Task description >>
Every line with the word "POST" in it should be extracted from the data that follows.

Data excerpts >>
describe('report routes', () => {
  const clock = { now: Date.UTC(2026, 11, 1, 12, 0, 0) };
  let t: Awaited<ReturnType<typeof routeApp>>;
  beforeAll(async () => {
    t = await routeApp(clock);
  }, 60_000);
  afterAll(async () => t?.close());

  const mint = (key: string | null, version = 'current', body?: unknown) =>
    t.app.inject({
      method: 'POST',
      url: `/v1/models/${MODEL_ID}/versions/${version}/report-links`,
      headers: key ? { authorization: `Bearer ${key}` } : {},
      ...(body === undefined ? {} : { payload: body as object }),
    });

  it('a read key mints a link pinned to the version, 60 minutes by default; 7 days at most', async () => {
    const r = await mint(WS_A.read);
    expect(r.statusCode, r.body).toBe(201);
    const body = r.json();
    expect(body.model).toEqual({ id: MODEL_ID, version: 2, versionId: V2 });
    expect(body.url).toBe(`http://localhost:80${body.path}`);
    expect(Date.parse(body.expiresAt) - clock.now).toBe(60 * 60_000);
    const week = await mint(WS_A.read, '1', { expiresInMinutes: 7 * 24 * 60 });
    expect(week.statusCode).toBe(201);
    expect(Date.parse(week.json().expiresAt) - clock.now).toBe(7 * 24 * 3_600_000);
    expect((await mint(WS_A.read, '1', { expiresInMinutes: 7 * 24 * 60 + 1 })).statusCode).toBe(400);
    expect((await mint(WS_A.read, '1', { expiresInMinutes: 0 })).statusCode).toBe(400);
  });

  it('no key is 401; another workspace’s key is 404 (the model is not found there)', async () => {
    expect((await mint(null)).statusCode).toBe(401);
    const other = await mint(t.otherAdmin);
    expect(other.statusCode).toBe(404);
    expect(other.json().type).toBe('ERR_MODEL_NOT_FOUND');
  });

  it('the link opens the page without a key, under a CSP that forbids scripts and external loads', async () => {
    const { path } = (await mint(WS_A.read, '2')).json();
    t.calls.length = 0;
    const page = await t.app.inject({ method: 'GET', url: `${path}?costs=0.07,0.12&version=1` });
    expect(page.statusCode).toBe(200);
    expect(page.headers['content-type']).toBe('text/html; charset=utf-8');
    const csp = String(page.headers['content-security-policy']);
    expect(csp).toBe(REPORT_CSP);
    expect(csp).toContain("script-src 'none'");
    expect(csp).toContain("default-src 'none'");
    expect(page.headers['cache-control']).toBe('private, no-store');
    expect(page.headers['referrer-policy']).toBe('no-referrer');
    const html = page.body;
    expect(attrs(html, 'data-node').sort()).toEqual(['G', 'M', 'T', 'W', 'Y']);
    expect(attrs(html, 'data-recommended')).toEqual(['rebate', 'rebate', 'none']);
    // Every service call was for the workspace and version the token names (?version=1 is ignored).
    expect(t.calls.filter((c) => c.fn === 'version').every((c) => c.ws === WS_A.id && c.ref === V2)).toBe(true);
    expect(t.calls.find((c) => c.fn === 'diff')?.ref).toBe(`${V1}..${V2}`);
  });

  it('a refused question shows the service’s message on the page; a malformed parameter is 400', async () => {
    const { path } = (await mint(WS_A.read)).json();
    const bad = await t.app.inject({ method: 'GET', url: `${path}?arms=bonus` });
    expect(bad.statusCode).toBe(200);
    expect(bad.body).toMatch(/class="refused"[^]*bonus/);
    const desc = await t.app.inject({ method: 'GET', url: `${path}?by=M` });
    expect(desc.body).toMatch(/The uplift table could not be answered/);
    const better = await t.app.inject({ method: 'GET', url: `${path}?better=sideways` });
    expect(better.statusCode).toBe(400);
    expect(better.headers['content-type']).toMatch(/application\/problem\+json/);
  });

  it('an altered link is 404 and an expired one 403, both problem+json; the token is no API key', async () => {
    const { path } = (await mint(WS_A.read)).json();
    const token = path.slice('/reports/'.length);
    const flipped = token.slice(0, 5) + (token[5] === 'A' ? 'B' : 'A') + token.slice(6);
    const altered = await t.app.inject({ method: 'GET', url: `/reports/${flipped}` });
    expect(altered.statusCode).toBe(404);
    expect(altered.json().type).toBe('ERR_REPORT_LINK_INVALID');
    expect(altered.headers['content-type']).toMatch(/application\/problem\+json/);
    expect((await t.app.inject({ method: 'GET', url: '/reports/garbage' })).json().type).toBe('ERR_REPORT_LINK_INVALID');
    const saved = clock.now;
    clock.now += 61 * 60_000;
    try {
      const expired = await t.app.inject({ method: 'GET', url: path });
      expect(expired.statusCode).toBe(403);
      expect(expired.json().type).toBe('ERR_REPORT_LINK_EXPIRED');
    } finally {
      clock.now = saved;
    }
    const asKey = await t.app.inject({ method: 'POST', url: `/v1/models/${MODEL_ID}/versions/1/report-links`, headers: { authorization: `Bearer ${token}` } });
    expect(asKey.statusCode).toBe(401);
  });
});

Task answer >>
      method: 'POST',
    const asKey = await t.app.inject({ method: 'POST', url: `/v1/models/${MODEL_ID}/versions/1/report-links`, headers: { authorization: `Bearer ${token}` } });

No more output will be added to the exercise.